- Problem
Please report every line in the entries that contains the string "MassBalanceError".

- Saved entries
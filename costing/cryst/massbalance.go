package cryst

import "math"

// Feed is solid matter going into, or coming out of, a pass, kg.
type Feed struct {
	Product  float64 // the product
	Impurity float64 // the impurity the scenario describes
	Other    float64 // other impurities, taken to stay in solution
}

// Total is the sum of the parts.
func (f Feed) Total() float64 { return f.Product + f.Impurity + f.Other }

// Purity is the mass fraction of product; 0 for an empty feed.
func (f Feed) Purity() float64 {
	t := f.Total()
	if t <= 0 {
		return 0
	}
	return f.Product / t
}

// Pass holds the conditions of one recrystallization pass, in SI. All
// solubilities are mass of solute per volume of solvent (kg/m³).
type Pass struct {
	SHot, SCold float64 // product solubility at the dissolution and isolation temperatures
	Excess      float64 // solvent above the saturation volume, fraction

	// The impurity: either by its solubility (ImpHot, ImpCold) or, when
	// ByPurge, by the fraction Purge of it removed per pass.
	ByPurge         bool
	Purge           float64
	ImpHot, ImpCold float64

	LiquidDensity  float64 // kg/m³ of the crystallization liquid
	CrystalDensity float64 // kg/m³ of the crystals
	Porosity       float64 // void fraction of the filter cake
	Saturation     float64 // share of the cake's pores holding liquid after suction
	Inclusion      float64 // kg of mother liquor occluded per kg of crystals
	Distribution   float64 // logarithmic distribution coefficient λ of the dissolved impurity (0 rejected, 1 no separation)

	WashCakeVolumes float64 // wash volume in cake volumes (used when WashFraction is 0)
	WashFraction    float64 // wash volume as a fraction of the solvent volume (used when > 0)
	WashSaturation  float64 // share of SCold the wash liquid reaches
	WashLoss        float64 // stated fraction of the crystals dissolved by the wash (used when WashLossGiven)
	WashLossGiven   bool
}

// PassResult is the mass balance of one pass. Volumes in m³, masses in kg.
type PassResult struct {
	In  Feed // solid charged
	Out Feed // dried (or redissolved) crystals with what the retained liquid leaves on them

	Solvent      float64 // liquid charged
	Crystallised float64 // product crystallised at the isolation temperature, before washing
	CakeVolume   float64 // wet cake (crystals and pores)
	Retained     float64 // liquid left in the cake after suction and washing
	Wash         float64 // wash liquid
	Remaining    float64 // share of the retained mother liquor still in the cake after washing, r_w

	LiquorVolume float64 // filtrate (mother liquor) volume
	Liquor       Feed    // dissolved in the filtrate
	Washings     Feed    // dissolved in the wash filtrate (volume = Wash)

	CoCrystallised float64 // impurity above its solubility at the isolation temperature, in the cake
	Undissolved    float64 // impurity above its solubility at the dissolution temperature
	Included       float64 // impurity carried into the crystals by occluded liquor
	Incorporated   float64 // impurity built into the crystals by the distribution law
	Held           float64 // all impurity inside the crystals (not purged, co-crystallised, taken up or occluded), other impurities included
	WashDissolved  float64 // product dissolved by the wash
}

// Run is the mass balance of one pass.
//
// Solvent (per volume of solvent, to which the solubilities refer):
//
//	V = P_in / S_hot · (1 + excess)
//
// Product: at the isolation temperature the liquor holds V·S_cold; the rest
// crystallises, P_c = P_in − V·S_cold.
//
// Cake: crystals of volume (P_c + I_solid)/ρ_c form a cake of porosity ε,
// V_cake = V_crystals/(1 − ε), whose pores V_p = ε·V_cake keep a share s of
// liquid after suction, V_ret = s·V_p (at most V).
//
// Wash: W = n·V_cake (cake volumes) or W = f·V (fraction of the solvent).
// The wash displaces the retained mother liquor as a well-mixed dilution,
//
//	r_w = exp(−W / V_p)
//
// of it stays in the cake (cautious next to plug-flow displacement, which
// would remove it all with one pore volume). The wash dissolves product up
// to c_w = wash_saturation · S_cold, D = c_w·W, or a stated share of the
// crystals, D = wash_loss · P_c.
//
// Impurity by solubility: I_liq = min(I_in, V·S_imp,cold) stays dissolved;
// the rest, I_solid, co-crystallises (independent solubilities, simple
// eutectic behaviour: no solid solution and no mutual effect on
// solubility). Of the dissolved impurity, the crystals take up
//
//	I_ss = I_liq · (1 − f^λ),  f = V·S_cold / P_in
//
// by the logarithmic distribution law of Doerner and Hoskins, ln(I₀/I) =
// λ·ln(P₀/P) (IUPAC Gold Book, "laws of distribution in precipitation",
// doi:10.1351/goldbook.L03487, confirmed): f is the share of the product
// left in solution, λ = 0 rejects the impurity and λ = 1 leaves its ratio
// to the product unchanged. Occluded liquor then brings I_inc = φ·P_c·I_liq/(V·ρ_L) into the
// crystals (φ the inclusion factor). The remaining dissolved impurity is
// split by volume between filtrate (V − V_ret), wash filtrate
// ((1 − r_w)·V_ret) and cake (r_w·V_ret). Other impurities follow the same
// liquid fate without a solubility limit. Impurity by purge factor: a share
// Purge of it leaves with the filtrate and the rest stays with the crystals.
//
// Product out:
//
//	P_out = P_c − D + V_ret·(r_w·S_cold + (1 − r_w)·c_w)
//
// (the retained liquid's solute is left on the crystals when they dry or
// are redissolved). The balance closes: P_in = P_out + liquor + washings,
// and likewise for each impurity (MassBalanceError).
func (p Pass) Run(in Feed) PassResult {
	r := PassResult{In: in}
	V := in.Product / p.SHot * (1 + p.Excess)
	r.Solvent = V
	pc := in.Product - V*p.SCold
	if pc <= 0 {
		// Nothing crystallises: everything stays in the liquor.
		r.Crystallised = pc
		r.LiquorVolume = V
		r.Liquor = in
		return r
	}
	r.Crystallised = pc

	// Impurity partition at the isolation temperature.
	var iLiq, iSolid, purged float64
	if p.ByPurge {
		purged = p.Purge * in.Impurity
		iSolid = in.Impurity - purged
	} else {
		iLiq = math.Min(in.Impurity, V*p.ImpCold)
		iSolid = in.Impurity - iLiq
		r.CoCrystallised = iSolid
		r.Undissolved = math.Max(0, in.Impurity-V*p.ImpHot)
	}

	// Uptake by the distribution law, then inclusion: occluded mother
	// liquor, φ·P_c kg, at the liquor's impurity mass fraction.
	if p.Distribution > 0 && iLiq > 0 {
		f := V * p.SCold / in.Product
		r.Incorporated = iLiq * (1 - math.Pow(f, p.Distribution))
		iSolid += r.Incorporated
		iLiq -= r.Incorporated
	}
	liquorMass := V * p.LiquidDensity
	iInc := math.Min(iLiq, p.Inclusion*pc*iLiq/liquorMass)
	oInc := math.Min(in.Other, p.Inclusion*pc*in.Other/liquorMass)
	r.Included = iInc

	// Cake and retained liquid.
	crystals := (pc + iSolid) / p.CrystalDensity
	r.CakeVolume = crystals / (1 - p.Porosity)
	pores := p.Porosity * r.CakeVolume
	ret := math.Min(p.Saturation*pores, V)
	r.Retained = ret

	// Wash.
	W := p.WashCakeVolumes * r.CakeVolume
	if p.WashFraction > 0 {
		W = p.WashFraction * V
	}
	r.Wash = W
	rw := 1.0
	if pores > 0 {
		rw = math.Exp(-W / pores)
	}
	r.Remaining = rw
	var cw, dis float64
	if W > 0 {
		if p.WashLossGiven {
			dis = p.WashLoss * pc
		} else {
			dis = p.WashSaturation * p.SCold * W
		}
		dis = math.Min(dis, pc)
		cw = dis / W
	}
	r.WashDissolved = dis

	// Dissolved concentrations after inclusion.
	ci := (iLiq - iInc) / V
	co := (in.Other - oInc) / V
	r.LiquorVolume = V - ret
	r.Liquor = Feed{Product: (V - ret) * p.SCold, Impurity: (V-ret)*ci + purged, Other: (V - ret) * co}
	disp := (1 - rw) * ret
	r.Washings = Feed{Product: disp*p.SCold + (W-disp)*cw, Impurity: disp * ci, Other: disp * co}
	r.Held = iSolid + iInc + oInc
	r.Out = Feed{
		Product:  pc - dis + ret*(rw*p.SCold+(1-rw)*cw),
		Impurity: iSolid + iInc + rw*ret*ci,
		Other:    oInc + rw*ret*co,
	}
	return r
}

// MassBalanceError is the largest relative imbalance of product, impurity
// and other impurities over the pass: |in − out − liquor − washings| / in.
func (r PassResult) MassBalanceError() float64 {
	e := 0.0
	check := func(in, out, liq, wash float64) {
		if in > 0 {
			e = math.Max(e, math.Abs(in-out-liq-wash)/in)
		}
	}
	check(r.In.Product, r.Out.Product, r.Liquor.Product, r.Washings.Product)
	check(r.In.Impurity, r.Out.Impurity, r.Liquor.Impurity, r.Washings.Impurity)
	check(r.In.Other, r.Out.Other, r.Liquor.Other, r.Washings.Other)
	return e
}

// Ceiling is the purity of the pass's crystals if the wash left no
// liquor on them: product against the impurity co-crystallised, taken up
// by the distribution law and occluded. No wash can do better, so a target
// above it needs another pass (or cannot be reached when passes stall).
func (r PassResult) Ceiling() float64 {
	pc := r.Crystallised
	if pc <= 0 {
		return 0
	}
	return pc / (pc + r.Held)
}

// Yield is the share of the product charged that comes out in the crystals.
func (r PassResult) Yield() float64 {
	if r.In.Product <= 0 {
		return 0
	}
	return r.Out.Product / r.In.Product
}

- Exercise solution
// and likewise for each impurity (MassBalanceError).
// MassBalanceError is the largest relative imbalance of product, impurity
func (r PassResult) MassBalanceError() float64 {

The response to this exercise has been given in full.